A Pictographic History of the Oglala Sioux

Drawings By: Amos Bad Heart Bull

Text By: Helen H. Blish

The publication of A Pictographic History of the Oglala Sioux, termed by Mari Sandoz "the most important single publishing venture, by volume, of the Great Plains," would be a noteworthy event under any circumstances.  The conditions surrounding the discovery, analysis, and ultimate publication of the Amos Bad Heart Bull picture history--an effort spanning some forty years and involving the efforts of many people--only add to its significance.

The pictographic record, a series of more than four hundred drawings and script notations made in an old ledger book by Amos Bad Heart Bull, and Oglala Sioux from the Pine Ridge Reservation, between  1890 and the time of his death in 1913, passed into the possession of the artist's sister, Dollie Pretty Cloud.  In 1926, Helen Blish, a graduate student at the University of Nebraska, while looking for objects of Indian art learned of the existence of the picture history from W. O. Roberts, chief clerk at that time and later superintendent of the Pine Ridge Agency.

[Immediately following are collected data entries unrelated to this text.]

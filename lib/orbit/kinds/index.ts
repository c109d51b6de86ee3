/**
 * The claim kinds of the contract: what each takes, what it derives, and how.
 * Each evaluator reads validated inputs, calls the physics modules and returns every
 * quantity it can derive, plus reasons for the ones that do not exist for this case
 * (e.g. a period asked of a hyperbola).
 */
import { SECONDS_PER_DAY, STANDARD_GRAVITY_KM_S2, type Body, type BodyName } from "../constants";
import { resolveBody } from "../bodies";
import {
  angularMomentum,
  apoapsisRadius,
  classify,
  type Conic,
  conicFromShape,
  flightPathAngle,
  period as periodOf,
  periapsisRadius,
  radiusAt,
  semiMajorAxisFromPeriod,
  type ShapeInput,
  specificEnergy,
  visViva,
} from "../conics";
import {
  eccentricFromTrue,
  hyperbolicFromTrue,
  meanFromEccentric,
  meanFromHyperbolic,
  parabolicMeanAnomaly,
  solveBarker,
  solveKeplerElliptic,
  solveKeplerHyperbolic,
  trueFromEccentric,
  trueFromHyperbolic,
} from "../anomalies/kepler";
import { fail, fmt } from "../errors";
import { departure } from "../escape";
import { interplanetaryHohmann, sphereOfInfluence, type PlanetLeg } from "../interplanetary";
import { inclinationForNodalRate, j2SecularRates } from "../j2";
import { lambert } from "../lambert";
import { biElliptic, combinedPlaneChange, hohmann, simplePlaneChange } from "../maneuvers";
import { propagate } from "../propagation";
import { quantityInfo, quantityInfoFor } from "../quantities";
import { deltaVBudget, solveRocket } from "../rocket";
import type { ComputedValue } from "../schema";
import { elementsToState, stateToElements } from "../state-vectors";
import { eclipseFraction } from "../eclipse";
import { contactGeometry, maxPassDuration } from "../ground-contact";
import { DEG, RAD, norm, type Vec3 } from "../vector";
import { contactTimeKind } from "./contact-time";
import { linkBudgetKind } from "./link-budget";
import { repeatGroundTrackKind } from "./repeat-ground-track";
import { lifetimeKind } from "./lifetime";
import { disposalKind } from "./disposal";
import { massBudgetKind } from "./mass-budget";
import { phasedDeltaVBudget, phasedValues, readPhases } from "./delta-v-budget";
import { SHAPE_FIELDS } from "./shared";
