import { requireUser } from "@/lib/auth/session";
import { addRequirement, listRequirements } from "@/lib/dal/requirements";
import { json, readJson, route } from "@/lib/http/api";
import { requirementInputSchema } from "@/lib/validation/requirements";

export const GET = route(async (_request, { boardId, callId }) => {
  const user = await requireUser();
  return json({ requirements: await listRequirements(user, boardId!, callId!) });
});

export const POST = route(async (request, { boardId, callId }) => {
  const user = await requireUser();
  const input = await readJson(request, requirementInputSchema, 16 * 1024);
  return json({ requirement: await addRequirement(user, boardId!, callId!, input) }, 201);
});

It was only with great difficulty that Miss Blish was able to persuade Mrs. Pretty Cloud to allow her to use the book on a year-to-year basis for a modest annual fee between 1927 and 1940.  Alternating between her teaching position in Detroit high school and graduate work at the University, Miss Blish spent her vacations interviewing informants, chiefly He Dog and Short Bull on the Pine Ridge Reservation, often accompanied by John Calhoff, the official agency interpreter. Her major advisor at the University, Professor Hartley Burr Alexander, chairman of the Department of Philosophy and a noted student of Indian art and religion, took a keen interest in her project of analyzing and interpreting the pictographic history; and through his help she received two grants from the Carnegie Institution.